Dr. Vishy Ramamurthy
3:30 PM / Life Sciences Building rm. G23
Cytoskeletal changes and Sensory Disorders: As described in several textbooks, microtubules (MTs) have traditionally been considered uniform tubular structures. However, MTs play diverse roles in mediating various cellular functions. How, then, can a uniform structure fulfill such a wide range of functions? The prevailing view in the field is that functional diversity is achieved through a "tubulin code." In this talk, I will illustrate this concept and its significance in hearing and vision using mouse models. Also, I will briefly talk about our ongoing research on potential connections between glial cells and photoreceptor neurons, as well as the role of the actin network.
Dr. Moriah Katt
3:30 PM / Life Sciences Building rm. G23
Dr. Miriam Leary
3:30 PM / Life Sciences Building rm. G23
Enhancing Retention and Student Success in Undergraduate Physiology Programs: Student retention in undergraduate physiology programs is a growing concern, particularly in Appalachia, where college attendance and graduation rates are historically low. This presentation synthesizes findings from multiple studies examining factors influencing first-time, full-time student retention, with a focus on at-risk populations, including first-generation college students and those with lower academic preparation. This research examines the impact of academic preparedness, cohort scheduling, classroom design, and targeted interventions—such as first-year seminars, flipped classrooms, and integrated support structures—on student retention and success. Findings suggest that while these strategies enhance social integration and perceptions of faculty engagement and academic experience, their impact on retention is more complex. This work highlights strategies for early identification of at-risk students and emphasize the need for evidence-based, student-centered approaches to improving retention in physiology-related programs.
Dr. Laurel Lynch
3:30 PM / Life Sciences Building rm.
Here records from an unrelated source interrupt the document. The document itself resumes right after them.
import React from "react";
import { StyleSheet, View } from "react-native";
import { Badge } from "../../../ui/Badge";
import { FormError, Notice } from "../../../ui/FormError";
import { AppText } from "../../../ui/Text";
import { CutoffCountdown } from "../../ordering/CutoffCountdown";
import { OrderStatusBadge } from "../../ordering/OrderStatusBadge";
import { formatCutoff, formatDayLong } from "../../../ordering/dates";
import type { OrderDraft } from "../../../ordering/deviceDraft";
import type { OrderDto } from "../../../../shared/schemas/orders";
import { colors, radii, space } from "../../../theme";

export interface OrderBannersProps {
  date: string;
  existing: OrderDto | null;
  locked: boolean;
  /** The server's words when it refused because ordering has closed. */
  serverClosed: string | null;
  /** The date's cut-off (ISO 8601), for the closed message. */
  baseDeadline: string;
  /** The countdown's deadline (ms). */
  deadline: number;
  now: number;
  timeZone?: string;
  dirty: boolean;
  restored: OrderDraft | null;
  formError: string | null;
}

/** Above the products: the order's status and countdown, why it is closed, where it came from, and errors. */
export function OrderBanners({ date, existing, locked, serverClosed, baseDeadline, deadline, now, timeZone, dirty, restored, formError }: OrderBannersProps) {
  return (
    <>
      <View style={styles.statusRow}>
        {existing ? <OrderStatusBadge status={existing.status} testID="order-status" /> : <Badge label="New order" tone="amber" testID="order-status" />}
        {!locked ? <CutoffCountdown cutoffAt={new Date(deadline).toISOString()} now={now} timeZone={timeZone} testID="order-countdown" /> : null}
      </View>
      {locked ? (
        <View style={styles.closed} accessibilityRole="alert" testID="order-closed">
          <AppText variant="bodyStrong" color="dangerInk">
            {serverClosed ?? `Ordering for ${formatDayLong(date)} closed at the cut-off, ${formatCutoff(baseDeadline, timeZone)}.`}
          </AppText>
          <AppText color="ink">
            {existing
              ? dirty
                ? "Your unsent changes were not saved. The order below is what the bakery has."
                : "Your order is locked for baking and will be delivered as it stands."
              : "No order was placed for this date. If something has gone wrong, call the bakery."}
          </AppText>
        </View>
      ) : null}
      {existing?.source === "standing" ? (
        <Notice
          tone="info"
          testID="order-from-standing"
          message={
            existing.editedByHand
              ? "Made from your standing order and changed by hand: later changes to the standing order won't touch this date."
              : "Made from your standing order. Changing it here changes this date only."
          }
        />
      ) : null}
      {restored && !locked ? (
        <Notice
          tone="info"
          testID="order-draft-restored"
          message={`Your order from ${formatCutoff(restored.savedAt, timeZone)} didn't reach the bakery; it was kept on this device and is filled in below. ${existing ? "Press “Save changes” to send it." : "Press “Place order” to send it."}`}
        />
      ) : null}
      <FormError message={formError} testID="order-error-message" />
    </>
  );
}

const styles = StyleSheet.create({
  statusRow: { flexDirection: "row", flexWrap: "wrap", alignItems: "center", gap: space.md },
  closed: { gap: space.xs, padding: space.md, borderRadius: radii.md, backgroundColor: colors.dangerSoft },
});
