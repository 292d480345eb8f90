import React from "react";
import { StyleSheet, View } from "react-native";
import { Button } from "../../../ui/Button";
import { Card } from "../../../ui/Card";
import { AppText } from "../../../ui/Text";
import { productsLabel } from "../../../ordering/quantities";
import { colors, shadow, space } from "../../../theme";

export interface OrderSummaryProps {
  /** A card in the side column (wide screens), or a footer fixed under the screen (phones). */
  variant: "card" | "footer";
  existing: boolean;
  chosen: number;
  totalCents: number;
  minimumCents: number;
  shortfallCents: number;
  locked: boolean;
  /** Locked because the account is on hold (not by the clock): the button says so and the minimum is not talked about. */
  held?: boolean;
  /** Why the button is off (null: it isn't, or the minimum says why). */
  blocked: string | null;
  canSubmit: boolean;
  saving: boolean;
  onSubmit: () => void;
  money: (cents: number) => string;
  /** The last save's confirmation, shown beside the button that was pressed (null once anything changes). */
  confirmation?: string | null;
}

/** What the order comes to, the minimum order, and the button that places or saves it. */
export function OrderSummary(p: OrderSummaryProps) {
  const { money, shortfallCents: short } = p;
  const minimumHint =
    p.minimumCents > 0 && !p.held ? (
      <AppText variant="small" color={short > 0 ? "dangerInk" : "muted"} testID="order-minimum" style={short > 0 ? styles.strong : undefined}>
        {short > 0
          ? `Add ${money(short)} more to reach the ${money(p.minimumCents)} minimum.`
          : p.totalCents > 0
            ? `The ${money(p.minimumCents)} minimum order is met.`
            : `Minimum order ${money(p.minimumCents)}.`}
      </AppText>
    ) : null;

  const total = (
    <View>
      <AppText variant="caption" color="muted" testID="order-items">
        {p.chosen > 0 ? productsLabel(p.chosen) : "Nothing chosen yet"}
      </AppText>
      <AppText variant="title" testID="order-total" accessibilityLabel={`Order total ${money(p.totalCents)}`}>
        {money(p.totalCents)}
      </AppText>
    </View>
  );

  const button = (
    <Button
      label={p.held ? "Ordering on hold" : p.locked ? "Ordering closed" : p.existing ? "Save changes" : "Place order"}
      icon={p.held ? "pause-circle" : p.locked ? "lock" : p.existing ? "check" : "shopping-bag"}
      onPress={p.onSubmit}
      disabled={!p.canSubmit}
      busy={p.saving}
      testID="order-submit"
      block={p.variant === "card"}
    />
  );

  const confirmed = p.confirmation ? (
    <AppText variant="small" color="sageInk" testID="order-saved-here" accessibilityLiveRegion="polite" style={styles.strong}>
      {p.confirmation}
    </AppText>
  ) : null;

  const blocked = p.blocked ? (
    <AppText variant="small" color="muted" testID="order-blocked">
      {p.blocked}
    </AppText>
  ) : null;

  if (p.variant === "card") {
    return (
      <Card title={p.existing ? "Your order" : "Your new order"} testID="order-summary">
        {total}
        {minimumHint}
        {button}
        {confirmed}
        {blocked}
      </Card>
    );
  }
  return (
    <View style={styles.footer} testID="order-summary">
      <View style={styles.footerRow}>
        {total}
        {button}
      </View>
      {confirmed ?? (p.blocked && short === 0 ? blocked : minimumHint)}
    </View>
  );
}

const styles = StyleSheet.create({
  strong: { fontFamily: "Nunito_700Bold" },
  footerRow: { flexDirection: "row", alignItems: "center", justifyContent: "space-between", gap: space.md },
  footer: {
    backgroundColor: colors.surface,
    borderTopWidth: 1,
    borderTopColor: colors.border,
    paddingHorizontal: space.lg,
    paddingTop: space.sm,
    paddingBottom: space.md,
    gap: space.sm,
    ...shadow.card,
  },
});
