/** Every dough formula with its figures and the products made from it. */
export function FormulasScreen({ area }: { area: KitchenArea }) {
  const paths = kitchenPaths(area);
  const wide = useIsWide();
  const router = useRouter();
  const formulas = useFormulasQuery();
  const products = useProductsQuery();
  const open = (f: FormulaDto) => router.push(paths.formula(f.id));

  let body: React.ReactNode;
  if (formulas.isPending) body = <LoadingState label="Loading formulas…" testID="formulas-loading" />;
  else if (formulas.isError) body = <ErrorState error={formulas.error} title="Formulas didn't load" onRetry={() => formulas.refetch()} retrying={formulas.isFetching} testID="formulas-error" />;
  else if (formulas.data.length === 0)
    body = (
      <EmptyState
        icon="book-open"
        title="No formulas yet"
        message="Write the first dough in baker's percentages; then give products their formula."
        action={<LinkButton href={paths.newFormula} label="New formula" icon="plus" />}
        testID="formulas-empty"
      />
    );
  else if (wide)
    body = (
      <DataTable
        testID="formulas-table"
        rows={formulas.data}
        rowKey={(f) => f.id}
        onRowPress={open}
        rowLabel={(f) => `${f.name}, version ${f.version}`}
        rowTestID={(f) => `formula-row-${f.id}`}
        columns={[
          {
            key: "name",
            label: "Formula",
            flex: 2,
            render: (f) => (
              <View>
                <AppText variant="bodyStrong">{f.name}</AppText>
                <AppText variant="small" color="muted">{`Version ${f.version}`}</AppText>
              </View>
            ),
          },
          { key: "hydration", label: "Hydration", render: (f) => <AppText>{formatPercent(f.figures.hydrationPercent)}</AppText> },
          { key: "effective", label: "Effective", render: (f) => <AppText>{formatPercent(f.figures.effectiveHydrationPercent)}</AppText> },
          { key: "paste", label: "Paste share", render: (f) => <AppText>{f.paste ? formatPercent(f.figures.pasteSharePercent) : "No paste"}</AppText> },
          { key: "yield", label: "Dough / kg flour", render: (f) => <AppText>{`${formatNum(Math.round(f.figures.doughYieldPerKgFlour))} g`}</AppText> },
          { key: "products", label: "Products", flex: 2.4, render: (f) => <AppText variant="small">{productNames(f.productIds, products.data)}</AppText> },
        ]}
      />
    );
  else
    body = (
      <ListCards testID="formulas-list">
        {formulas.data.map((f) => (
          <ListCard key={f.id} onPress={() => open(f)} accessibilityLabel={`${f.name}, version ${f.version}`} testID={`formula-row-${f.id}`}>
            <View style={styles.flex}>
              <View style={styles.titleRow}>
                <AppText variant="heading" style={styles.flex}>
                  {f.name}
                </AppText>
                <Badge label={`v${f.version}`} tone="crust" />
              </View>
              <AppText variant="small" color="muted">{`Hydration ${formatPercent(f.figures.hydrationPercent)} (effective ${formatPercent(f.figures.effectiveHydrationPercent)}) · ${f.paste ? `paste ${formatPercent(f.figures.pasteSharePercent)} of flour` : "no paste"}`}</AppText>
              <AppText variant="small">{`For: ${productNames(f.productIds, products.data)}`}</AppText>
            </View>
          </ListCard>
        ))}
      </ListCards>
    );

  return (
    <Screen testID="formulas-screen">
      <Back paths={paths} />
      <PageHeader
        title="Formulas"
        subtitle="Doughs in baker's percentages. Saving an edit keeps the old version for the plans that used it."
        actions={
          <>
            <LinkButton href={paths.ingredients} label="Ingredients" icon="package" variant="secondary" testID="open-ingredients" />
            <LinkButton href={paths.newFormula} label="New formula" icon="plus" testID="new-formula" />
          </>
        }
        testID="formulas-title"
      />
      {body}
    </Screen>
  );
}

// ---- new ----------------------------------------------------------------------------------------

export function NewFormulaScreen({ area }: { area: KitchenArea }) {
  const paths = kitchenPaths(area);
  const router = useRouter();
  const ingredients = useIngredientsQuery();
  const create = useCreateFormulaMutation();
  const [initial] = useState(emptyFormula);
  return (
    <Screen testID="formula-new">
      <TextLink href={paths.formulas} label="‹ All formulas" testID="back-to-formulas" />
      <PageHeader title="New formula" subtitle="Start with the flour at 100 %; every other line is a share of it." testID="formula-title" />
      {ingredients.isPending ? (
        <LoadingState label="Loading the ingredients…" />
      ) : ingredients.isError ? (
        <ErrorState error={ingredients.error} title="The ingredients didn't load" onRetry={() => ingredients.refetch()} retrying={ingredients.isFetching} />
      ) : ingredients.data.length === 0 ? (
        <EmptyState icon="package" title="No ingredients yet" message="Add the ingredients first; formulas are written from them." action={<LinkButton href={paths.newIngredient} label="New ingredient" icon="plus" />} testID="formula-no-ingredients" />
      ) : (
        <FormulaEditor
          initial={initial}
          ingredients={ingredients.data}
          infos={ingredientMap(ingredients.data)}
          submitLabel="Add formula"
          askNote={false}
          busy={create.isPending}
          onSubmit={(input, fail) => create.mutate(input, { onSuccess: (f) => router.replace(paths.createdFormula(f.id)), onError: fail })}
        />
      )}
    </Screen>
  );
}

// ---- one formula --------------------------------------------------------------------------------

export interface FormulaScreenProps {
  area: KitchenArea;
  id: number;
  /** An earlier version to read (?version=N). */
  version?: number;
  created?: boolean;
}

/** One formula: edit the current version (saved as the next), read an earlier one, see the history. */
export function FormulaScreen({ area, id, version, created }: FormulaScreenProps) {
  const paths = kitchenPaths(area);
  const wide = useIsWide();
  const valid = Number.isInteger(id) && id > 0;
  const current = useFormulaQuery(valid ? id : null);
  const asked = version && version > 0 && current.data && version !== current.data.version ? version : undefined;
  const old = useFormulaQuery(asked ? id : null, asked);
  const ingredients = useIngredientsQuery();
  const update = useUpdateFormulaMutation(id);
  const [saved, setSaved] = useState<string | null>(created ? "Formula added. Give products this formula below so their dough is planned." : null);

  if (!valid || (current.error instanceof ApiError && current.error.status === 404)) {
    return (
      <Screen testID="formula-detail">
        <EmptyState icon="help-circle" title="There's no such formula" testID="formula-not-found" />
        <TextLink href={paths.formulas} label="All formulas" />
      </Screen>
    );
  }
  if (current.isPending) {
    return (
      <Screen testID="formula-detail">
        <LoadingState label="Loading the formula…" testID="formula-loading" />
      </Screen>
    );
  }
  if (current.isError) {
    return (
      <Screen testID="formula-detail">
        <TextLink href={paths.formulas} label="‹ All formulas" />
        <ErrorState error={current.error} title="The formula didn't load" onRetry={() => current.refetch()} retrying={current.isFetching} testID="formula-error" />
      </Screen>
    );
  }
  const f = current.data;
  const history = <HistoryCard id={id} current={f.version} reading={asked} paths={paths} />;

  let main: React.ReactNode;
  if (asked) {
    main = old.isPending ? (
      <LoadingState label={`Loading version ${asked}…`} />
    ) : old.isError ? (
      <ErrorState error={old.error} title={`Version ${asked} didn't load`} onRetry={() => old.refetch()} retrying={old.isFetching} testID="formula-version-error" />
    ) : (
      <>
        <Notice tone="info" message={`You are reading version ${asked}, read-only. The current version is ${f.version}.`} testID="formula-old-version" />
        <TextLink href={paths.formula(id)} label="Back to the current version" testID="formula-current-link" />
        <FormulaReadOnly formula={old.data} />
      </>
    );
  } else if (ingredients.isPending) {
    main = <LoadingState label="Loading the ingredients…" />;
  } else if (ingredients.isError) {
    main = <ErrorState error={ingredients.error} title="The ingredients didn't load" onRetry={() => ingredients.refetch()} retrying={ingredients.isFetching} />;
  } else {
    main = (
      <FormulaEditor
        key={`${f.id}-${f.version}`}
        initial={valuesOf(f)}
        ingredients={ingredients.data}
        infos={ingredientMap(ingredients.data)}
        submitLabel={`Save as version ${f.version + 1}`}
        askNote
        busy={update.isPending}
        onSubmit={(input, fail) => {
          setSaved(null);
          update.mutate(input, { onSuccess: (s) => setSaved(`${s.name} is saved as version ${s.version}. Plans not yet set at their cut-off use it now.`), onError: fail });
        }}
      />
    );
  }

  return (
    <Screen testID="formula-detail">
      <TextLink href={paths.formulas} label="‹ All formulas" testID="back-to-formulas" />
      <PageHeader overline={asked ? `Version ${asked} of ${f.version}` : `Formula · version ${f.version}`} title={f.name} testID="formula-title" />
      {saved ? <Notice message={saved} testID="formula-saved" /> : null}
      {f.allergens.length ? <AppText variant="small" color="muted" testID="formula-allergens">{`Allergens: ${f.allergens.map((a) => ALLERGEN_LABEL[a]).join(", ")}`}</AppText> : null}
      {main}
      <View style={[styles.pair, wide && styles.pairWide]}>
        <View style={wide ? styles.flex : undefined}>
          <ProductsCard formula={f} />
        </View>
        <View style={wide ? styles.flex : undefined}>{history}</View>
      </View>
    </Screen>
  );
}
G23
Exploring how disease-induced scavenger declines impact ecosystem function: On the small Australian island-state of Tasmania, the progressive spread of a transmissible and highly lethal cancer is threatening Tasmanian devils (Sarcophilus harrisii) with extinction. The resulting natural experiment—where devil population densities vary from 5% of carrying capacity in the east of Tasmania to 90% of carrying capacity in the west—offers a rare opportunity to test whether the decline of an apex scavenger can scale up to impact ecosystem processes. Our team of community and ecosystem ecologists, evolutionary biologists, and forest scientists have spent the past several years exploring how devil declines impact scavenger foodwebs, carcass decomposition, soil biogeochemistry, and forest carbon sequestration. We found that carcasses in high devil-density areas were consumed far more rapidly and thoroughly than those in low-devil density areas, reducing nutrient flow belowground. In contrast, carcasses that were slowly consumed by a diverse scavenger network (e.g., mesopredators, avians, invertebrates), delivered up to 47 times more nitrogen and 11 times more phosphate to soils directly below the carcass, significantly altering microbial community composition and function. Because devils concentrate carcass-derived elements in their scat, we next fused experimental data and modeling to test whether dispersed inputs could subsidize forest productivity. We found that devil scat inputs are likely to sustain, or increase, above and belowground net primary productivity and microbial biomass carbon through the year 2100. In contrast, replacing devil scat with lower-quality scat inputs (e.g., from non-bone-consuming scavengers and herbivores) caused forest carbon pools to increase more slowly, or decline, under expected increases in temperature and changes in precipitation. Because ecosystem processes are responsive to many drivers, our results in Tasmania highlight the importance of considering how multiple global change factors (e.g., biodiversity loss, biotic-abiotic feedbacks, climate change) scale up to impact current and future ecosystem function.